Add support for JSON compilation database generation and maintenance

See the "Compilation Database" section in the "cc Module" chapter of the manual for details.
author: Boris Kolpackov <boris@codesynthesis.com> 2024-08-28 09:36:16 +0200
committer: Boris Kolpackov <boris@codesynthesis.com> 2024-10-09 10:06:21 +0200
commit: eeb155ebc35c5947234f731c333e2bd71ea88974 (patch)
tree: d2784e072b1770b3d30587f97eb4b72b7ef3e765 /doc/manual.cli
parent: 8384a087afc7e29e900a3ce96d55ab2f5c2a74c2 (diff)
1 files changed, 319 insertions, 9 deletions
diff --git a/doc/manual.cli b/doc/manual.cli
index 07d816a..03fa04a 100644
--- a/doc/manual.cli
+++ b/doc/manual.cli
@@ -2093,7 +2093,7 @@ If we forget to adjust the \c{missing-name} test, then this is what we could
 expect to see when running the tests:
 
 \
-b test
+$ b test
 c++ hello/cxx{hello} -> hello/obje{hello}
 ld hello/exe{hello}
 test hello/exe{hello} + hello/testscript{testscript}
@@ -6700,8 +6700,8 @@ quickly re-run a previously failed test), it can also be persisted in
 subset of tests by default. For example:
 
 \
-b test config.test=foo/exe{driver} # Only test foo/exe{driver} target.
-b test config.test=bar/baz         # Only run bar/baz testscript test.
+$ b test config.test=foo/exe{driver} # Only test foo/exe{driver} target.
+$ b test config.test=bar/baz         # Only run bar/baz testscript test.
 \
 
 The \c{config.test} variable contains a list of \c{@}-separated pairs with the
@@ -6712,14 +6712,14 @@ name. Otherwise \- an id path. The targets are resolved relative to the root
 scope where the \c{config.test} value is set. For example:
 
 \
-b test config.test=foo/exe{driver}@bar
+$ b test config.test=foo/exe{driver}@bar
 \
 
 To specify multiple id paths for the same target we can use the pair
 generation syntax:
 
 \
-b test config.test=foo/exe{driver}@{bar baz}
+$ b test config.test=foo/exe{driver}@{bar baz}
 \
 
 If no targets are specified (only id paths), then all the targets are tested
@@ -6741,9 +6741,9 @@ and the right hand side \- for individual tests. The zero value clears the
 previously set timeout. For example:
 
 \
-b test config.test.timeout=20   # Test operation.
-b test config.test.timeout=20/5 # Test operation and individual tests.
-b test config.test.timeout=/5   # Individual tests.
+$ b test config.test.timeout=20   # Test operation.
+$ b test config.test.timeout=20/5 # Test operation and individual tests.
+$ b test config.test.timeout=/5   # Individual tests.
 \
 
 The test timeout can be specified on multiple nested root scopes. For example,
@@ -6759,7 +6759,7 @@ specifying the \c{config.test.runner} variable. Its value has the \c{<path>
 [<options>]} form. For example:
 
 \
-b test config.test.runner=\"valgrind -q\"
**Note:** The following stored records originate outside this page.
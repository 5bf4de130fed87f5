import { builtinModules } from 'node:module';
import { fileURLToPath, URL } from 'node:url';
import { defineConfig } from 'vite';

/**
 * Build of the `saltsmith` command: the CLI and the core it calls, compiled once to plain JavaScript for
 * Node (a Vite library build, Rollup-compatible output) so that a start does not transpile TypeScript.
 * Output: dist-cli/ (git-ignored), written by `npm run build:cli`, which `prepare` runs after `npm ci`.
 * Dependencies (zod, papaparse, openchemlib) stay in node_modules and are imported from there;
 * openchemlib is imported only when a SMILES is parsed.
 *
 * For profiling: SALTSMITH_CLI_PLAIN=1 keeps function names (no minifying) and SALTSMITH_CLI_OUT=<dir>
 * writes the build elsewhere (see DEVELOPERS.md, "Profiling the batch").
 */
const plain = process.env['SALTSMITH_CLI_PLAIN'] === '1';
const root = fileURLToPath(new URL('../../..', import.meta.url));

export default defineConfig({
  root,
  publicDir: false,
  logLevel: 'warn',
  // Bundle zod and papaparse into the build: loading zod's hundreds of small module files cost more
  // start-up time than the whole command (measured: ~150 ms of module resolution).
  ssr: { noExternal: true, external: ['openchemlib'] },
  resolve: { alias: { '@': fileURLToPath(new URL('../..', import.meta.url)) } },
  build: {
    outDir: process.env['SALTSMITH_CLI_OUT'] ?? 'dist-cli',
    emptyOutDir: true,
    target: 'node20',
    minify: !plain,
    sourcemap: false,
    copyPublicDir: false,
    reportCompressedSize: false,
    ssr: true,
    rollupOptions: {
      input: {
        saltsmith: 'src/cli/entry.ts',
        'batch-worker': 'src/cli/commands/screen/batch/batch-worker-entry.ts',
      },
      external: [/^node:/, ...builtinModules, 'openchemlib', /^openchemlib\//],
      output: { format: 'es', entryFileNames: '[name].js', chunkFileNames: '[name]-[hash].js' },
    },
  },
});
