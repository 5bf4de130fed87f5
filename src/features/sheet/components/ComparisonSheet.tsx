import { CAUTION_LINES } from '@/components/Cautions';
import { EnergyLevelDiagram } from '@/components/charts/EnergyLevelDiagram';
import { PhSolubilityChart } from '@/components/charts/PhSolubilityChart';
import { SheetExcipients } from './SheetExcipients';
import type { SheetModel } from '../sheet.types';
import { ORIGIN_MARK } from '../sheet-format';
import { GROUPS, RankedTable, SettingsTable } from './SheetTables';
import '../sheet.css';

/** A percentage to one decimal, typographic minus. */
const pct = (x: number) => (Number.isFinite(x) ? x.toFixed(1).replace(/^-/, '\u2212') : '—');

const dateFormat = new Intl.DateTimeFormat('en-GB', { dateStyle: 'long', timeStyle: 'short' });

/**
 * The comparison sheet for a formulation meeting: compound, date and version, every setting and
 * weight, the ranked table (units in headings, ±1σ uncertainties, origin marks, flags and reasons),
 * the pH–solubility and energy pictures, the model-confidence summary and the cautions. Laid out for
 * the screen and, through sheet.css's print rules, for A4 or Letter paper. All text from the user
 * (names, notes) is rendered as text, never as markup.
 */
export function ComparisonSheet({ model }: { model: SheetModel }) {
  const made = new Date(model.generatedAt);
  return (
    <article className="comparison-sheet" aria-labelledby="sheet-title">
      <header className="sheet-head">
        <p className="sheet-kind">Saltsmith · salt comparison sheet</p>
        <h1 id="sheet-title" data-testid="sheet-compound">
          {model.compound.name}
        </h1>
        <p className="sheet-meta">
          Project <strong>{model.projectName}</strong> · made{' '}
          {Number.isNaN(made.getTime()) ? model.generatedAt : dateFormat.format(made)} · Saltsmith{' '}
          {model.appVersion}
        </p>
      </header>

      <aside className="sheet-caution" aria-label="Cautions">
        <strong>Screening estimates only.</strong> {CAUTION_LINES[0]} Experiments, the regulatory
        guidance in force and your lab’s safety rules decide. See the full cautions at the end of
        this sheet.
      </aside>

      <section className="sheet-block sheet-inputs" aria-label="Compound and settings">
        <SettingsTable caption="Compound" items={model.compound.facts} />
        <SettingsTable caption="Screening settings" items={model.settings} />
        <SettingsTable caption="Ranking weights" items={model.weights} />
      </section>

      <section className="sheet-block" aria-labelledby="sheet-ranking">
        <h2 id="sheet-ranking">Ranked candidates</h2>
        {model.separation ? (
          <div className="sheet-separation">
            <p>
              <strong>What separates the candidates:</strong> {model.separation.headline}
            </p>
            <ul>
              {model.separation.details.map((d) => (
                <li key={d}>{d}</li>
              ))}
            </ul>
          </div>
        ) : null}
        {model.freeForm ? (
          <p className="sheet-note">
            The first row is the free form itself, in the same columns: not ranked, read each salt
            against it.
          </p>
        ) : null}
        {model.rows.length === 0 ? (
          <p>No candidates are shortlisted in this project.</p>
        ) : (
          GROUPS.map((g) => (
            <RankedTable
              key={g.id}
              model={model}
              group={g.id}
              caption={g.caption}
              withFlags={g.id === 'formation'}
            />
          ))
        )}
        {model.rows.some((r) => r.reasons.length) ? (
          <div className="sheet-reasons-block">
            <h3>Why each candidate sits where it does</h3>
            <ol className="sheet-reasons">
              {model.rows.map((r) => (
                <li
                  key={r.id}
                  value={r.rank ?? undefined}
                  className={r.rank === null ? 'unranked' : undefined}
                >
                  <strong>{r.label}</strong>
                  {r.rank === null ? ' (not ranked)' : ''}
                  {r.reasons.length ? (
                    <ul>
                      {r.reasons.map((x) => (
                        <li key={x}>{x}</li>
                      ))}
                    </ul>
                  ) : null}
                </li>
              ))}
            </ol>
          </div>
        ) : null}
        <p className="sheet-legend">
          Marks:{' '}
          {Object.values(ORIGIN_MARK)
            .map((o) => `“${o.mark}” ${o.words}`)
            .join(', ')}
          . “±” is one standard uncertainty (1σ). Lattice enthalpy is the dissociation enthalpy
          (&gt; 0); hydration enthalpies are negative; ΔH_sol = ΔH_L + Σ ΔH_hyd, a small difference
          of large numbers — compare candidates with each other rather than trusting one value
          alone.
        </p>
      </section>

      {model.solubility && model.solubility.series.length ? (
        <section className="sheet-block sheet-figure" aria-labelledby="sheet-solubility">
          <h2 id="sheet-solubility">Solubility against pH</h2>
          <PhSolubilityChart
            series={model.solubility.series}
            doseLineMgPerMl={model.solubility.doseLineMgPerMl}
            width={640}
            height={320}
          />
        </section>
      ) : null}

      {model.excipientMatrix ? <SheetExcipients matrix={model.excipientMatrix} /> : null}

      {model.energyCycles.length ? (
        <section className="sheet-block" aria-labelledby="sheet-energy">
          <h2 id="sheet-energy">Enthalpy of dissolving, per candidate</h2>
          <div className="sheet-energy-grid">
            {model.energyCycles.map((c) => (
              <div className="sheet-figure" key={c.saltLabel}>
                <h3>{c.saltLabel}</h3>
                <EnergyLevelDiagram cycle={c} width={350} height={250} />
              </div>
            ))}
          </div>
        </section>
      ) : null}

      <section className="sheet-block" aria-labelledby="sheet-confidence">
        <h2 id="sheet-confidence">How far to trust the models</h2>
        {model.confidence.length ? (
          <table className="sheet-confidence">
            <thead>
              <tr>
                <th scope="col">Model, against published data</th>
                <th scope="col">n</th>
                <th scope="col">Mean |error| (%)</th>
                <th scope="col">Largest |error| (%)</th>
                <th scope="col">Signed bias (%)</th>
              </tr>
            </thead>
            <tbody>
              {model.confidence.map((m) => (
                <tr key={m.label}>
                  <th scope="row">{m.label}</th>
                  <td className="num">{m.n}</td>
                  <td className="num">{pct(m.meanAbsPercentError)}</td>
                  <td className="num">{pct(m.maxAbsPercentError)}</td>
                  <td className="num">{pct(m.signedBiasPercent)}</td>
                </tr>
              ))}
            </tbody>
          </table>
        ) : (
          <p>No model check is available in this build.</p>
        )}
      </section>

      {model.notes.length ? (
        <section className="sheet-block" aria-labelledby="sheet-notes">
          <h2 id="sheet-notes">Assumptions and notes</h2>
          <ul>
            {model.notes.map((n) => (
              <li key={n}>{n}</li>
            ))}
          </ul>
        </section>
      ) : null}

      <section
        className="sheet-block sheet-cautions"
        aria-labelledby="sheet-cautions-title"
        data-testid="sheet-cautions"
      >
        <h2 id="sheet-cautions-title">Before you act on this ranking</h2>
        <ul>
          {CAUTION_LINES.map((l) => (
            <li key={l}>{l}</li>
          ))}
        </ul>
      </section>
    </article>
  );
}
+$ b test config.test.runner=\"valgrind -q\"
 \
 
 When the runner program is specified, commands of simple and Testscript tests
@@ -7648,6 +7648,12 @@ config.cc.reprocess
   cc.reprocess
 
 config.cc.pkgconfig.sysroot
+
+config.cc.compiledb
+config.cc.compiledb.name
+config.cc.compiledb.filter
+config.cc.compiledb.filter.input
+config.cc.compiledb.filter.output
 \
 
 Note that the compiler mode options are \"cross-hinted\" between \c{config.c}
@@ -8054,6 +8060,310 @@ As a result, it should only be used for dealing with issues in third-party
 installation} should be used instead.|
 
 
+\h#cc-compiledb|Compilation Database|
+
+The \c{cc}-based modules provide support for generating and maintaining the
+\l{https://clang.llvm.org/docs/JSONCompilationDatabase.html JSON Compilation
+Database} which can be used by other tools (static analyzers, language
+servers, IDEs, etc) to understand how a codebase is compiled. \"Maintaining\"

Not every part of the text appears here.